BACKGROUND: The identification of infundibula on noninvasive imaging modalities may be challenging. Because these lesions have generally been viewed as nonpathological, distinguishing them from small or micro-aneurysms is important.

CASE DESCRIPTION: A 39-year-old male was diagnosed with recurrence of typical orgasmic headache. An outpoutching arising from the distal part of the right P1 at the take-off of thalamoperforator arteries was visualized on noninvasive investigations. The patient was referred to neurosurgery for surgical management of a right P1 aneurysm. Its unusual location and morphology led to be suspicious of an infundibular dilatation. Catheter angiography with 2D projections and 3D rotational reconstruction revealed an infundibulum at the common origin of two thalamoperforators, giving rise to a double-peaked shape, mimicking a true aneurysm, rather than the more characteristic conical shape of an infundibulum.

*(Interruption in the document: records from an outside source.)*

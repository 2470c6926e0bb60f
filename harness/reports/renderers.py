"""Report renderers, found by name in one registry.

A renderer turns report rows (:func:`.report.build`) into one document: a function
``(rows) -> str``. Built in: ``text`` (aligned tables), ``markdown`` (GitHub tables) and
``json`` (a list of rows, strict JSON). Register another with :func:`register_renderer`,
or from another package through the entry-point group ``neuroyard.renderers`` (the target
is the function); ``neuroyard report --format NAME`` then finds it.
"""

from __future__ import annotations

import math
from collections.abc import Callable, Mapping, Sequence
from importlib.metadata import entry_points
from typing import Any

from tabulate import tabulate

from neuroyard.harness.core import jsonsafe
from neuroyard.harness.core.errors import NeuroyardError
from neuroyard.harness.reports.report import ReportRow

ENTRY_POINT_GROUP = "neuroyard.renderers"
Renderer = Callable[[Sequence[ReportRow]], str]
_RENDERERS: dict[str, Renderer] = {}


def register_renderer(name: str) -> Callable[[Renderer], Renderer]:
    """Decorator: make a renderer available under ``name``."""

    def add(fn: Renderer) -> Renderer:
        _RENDERERS[name] = fn
        return fn

    return add


def renderer_names() -> list[str]:
    """Names of every renderer, built in and installed."""
    for ep in entry_points(group=ENTRY_POINT_GROUP):
        if ep.name not in _RENDERERS:
            _RENDERERS[ep.name] = ep.load()
    return sorted(_RENDERERS)


def check_format(fmt: str) -> None:
    """A :class:`NeuroyardError` naming the known formats when ``fmt`` is none of them."""
    names = renderer_names()
    if fmt not in names:
        raise NeuroyardError(f"unknown report format {fmt!r} (known: {', '.join(names)})")


def render(rows: Sequence[ReportRow], fmt: str = "text") -> str:
    """The report in format ``fmt`` (a renderer name)."""
    check_format(fmt)
    return _RENDERERS[fmt](rows)


def _num(x: float | None, digits: int = 1) -> str:
    if x is None:
        return "-"
    if math.isinf(x):
        return "inf"
    return f"{x:,.{digits}f}" if digits else f"{x:,.0f}"


def _main_table(rows: Sequence[ReportRow], fmt: str) -> str:
    labels = {(r.evolver, r.config_hash) for r in rows}
    names = {r.evolver for r in rows}
    multi = len(labels) > len(names)  # same evolver under several configurations
    table = []
    for r in rows:
        s = r.summary
        name = f"{r.evolver} [{r.config_hash[:6]}]" if multi else r.evolver
        table.append(
            [
                name,
                r.task,
                s.runs,
                s.solved,
                s.failed,
                f"{s.success_rate:.0%} ({s.success_ci[0]:.0%}-{s.success_ci[1]:.0%})",
                _num(s.mean_evaluations, 0),
                _num(s.median_evaluations, 0),
                _num(s.ert, 0),
                _num(s.mean_generations),
                _num(s.mean_hidden_nodes, 2),
                _num(s.mean_connections, 2),
            ]
        )
    head = [
        "evolver",
        "task",
        "runs",
        "solved",
        "failed",
        "success (95% CI)",
        "mean evals",
        "median evals",
        "ERT",
        "mean gens",
        "hidden",
        "connections",
    ]
    return tabulate(table, head, tablefmt=_TABLE_FORMAT[fmt])


def _published_table(rows: Sequence[ReportRow], fmt: str) -> str:
    table = []
    for r in rows:
        for c in r.comparisons:
            table.append(
                [
                    r.evolver,
                    r.task,
                    c.method,
                    c.metric,
                    _num(c.measured, 2),
                    _num(c.published, 2),
                    _num(c.ratio, 2) if c.comparable else "-",
                    f"{c.p_value:.2g} ({c.test})" if c.p_value is not None else "-",
                    c.provenance + (" (from memory)" if c.from_memory else ""),
                    "yes" if c.comparable else "no: " + "; ".join(c.mismatches),
                    c.source,
                ]
            )
    if not table:
        return ""
    head = [
        "evolver",
        "task",
        "method",
        "metric",
        "measured",
        "published",
        "ratio",
        "p (test)",
        "provenance",
        "comparable",
        "source",
    ]
    return tabulate(table, head, tablefmt=_TABLE_FORMAT[fmt])


def _failures_table(rows: Sequence[ReportRow], fmt: str) -> str:
    table = [
        [r.evolver, r.task, index, generations, reason]
        for r in rows
        for index, generations, reason in r.failures
    ]
    if not table:
        return ""
    head = ["evolver", "task", "run", "generations", "reason"]
    return tabulate(table, head, tablefmt=_TABLE_FORMAT[fmt])


def _settings_lines(rows: Sequence[ReportRow], fmt: str) -> list[str]:
    """Every distinct task and evolver setting the rows were measured under.

    Evolver options given for the runs are listed apart from the evolver's defaults, so a
    reader sees at once which settings were chosen away from them.
    """
    bullet = "- " if fmt == "markdown" else "  "
    seen: dict[str, str] = {}
    for r in rows:
        seen.setdefault(f"task {r.task}: {_joined(r.task_settings)}", "")
        given = {k: r.evolver_settings.get(k, v) for k, v in r.evolver_config.items()}
        defaults = {k: v for k, v in r.evolver_settings.items() if k not in given}
        parts = [f"set for these runs: {_joined(given)}"] if given else []
        if defaults:
            parts.append(f"the evolver's defaults: {_joined(defaults)}")
        elif not given:
            parts.append("the evolver's defaults (it reports no settings)")
        seen.setdefault(f"evolver {r.evolver} [{r.config_hash[:6]}]: {'; '.join(parts)}", "")
    return [bullet + line for line in seen]


def _joined(settings: Mapping[str, Any]) -> str:
    return ", ".join(f"{k}={_setting(v)}" for k, v in sorted(settings.items())) or "none"


def _setting(value: Any) -> str:
    return f"{value:.6g}" if isinstance(value, float) else str(value)


NOTES = (
    "Evaluations, generations and sizes are over solved runs; success rate and ERT count "
    "every run (ERT = all evaluations / solved runs). failed: runs that broke (the evolver "
    'raised, hung, died or broke the contract), listed with their reasons under "Failed '
    'runs" when there are any, counted as not solved; the other unsolved runs spent '
    "their budget. p: two-sided p-value that the "
    "measured and the published runs have the same mean (Welch's t-test) or the same "
    "success rate (Fisher's exact test), where the paper gives the run "
    "count and spread the test needs."
)


def _metrics_table(rows: Sequence[ReportRow], fmt: str) -> str:
    """The task-declared metrics of every row: mean over solved runs, unit, direction."""
    table = [
        [
            r.evolver,
            r.task,
            m.name,
            _num(r.summary.metrics.get(m.name), 1),
            m.unit,
            f"{m.better} is better",
            m.description,
        ]
        for r in rows
        for m in r.metrics
    ]
    if not table:
        return ""
    head = ["evolver", "task", "metric", "mean (solved runs)", "unit", "", "what it measures"]
    return tabulate(table, head, tablefmt=_TABLE_FORMAT[fmt])


_TABLE_FORMAT = {"text": "simple", "markdown": "github"}


def _document(rows: Sequence[ReportRow], fmt: str) -> str:
    """The text or Markdown report: tables, then settings and notes."""
    if not rows:
        return "no runs in the store"
    parts = [_main_table(rows, fmt)]
    sections = (
        ("Task metrics (means over solved runs)", _metrics_table(rows, fmt)),
        (
            "Failed runs (the run broke; an unsolved run spent its budget and is not listed)",
            _failures_table(rows, fmt),
        ),
        (
            "Published figures beside measured values (ratio = measured / published)",
            _published_table(rows, fmt),
        ),
    )
    for title, table in sections:
        if table:
            parts += ["", f"### {title}" if fmt == "markdown" else title, "", table]
    title = "Settings the runs were measured under"
    parts += ["", f"### {title}" if fmt == "markdown" else title + ":", *_settings_lines(rows, fmt)]
    parts += ["", NOTES]
    return "\n".join(parts)


@register_renderer("text")
def render_text(rows: Sequence[ReportRow]) -> str:
    return _document(rows, "text")


@register_renderer("markdown")
def render_markdown(rows: Sequence[ReportRow]) -> str:
    return _document(rows, "markdown")


@register_renderer("json")
def render_json(rows: Sequence[ReportRow]) -> str:
    return jsonsafe.dumps([r.to_json() for r in rows], indent=2)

CONCLUSION: Although noninvasive modalities may identify typical infundibula, the catheter angiogram with 2D projections was critical to establishing the diagnosis. The 3D rotational reconstruction enabled a straightforward understanding of the 3D vascular anatomy. This pyramidal variant of infundibular dilatation should be included in the differential diagnosis of a wide-based nonsaccular arterial contour deformities located in an area of multiple perforators.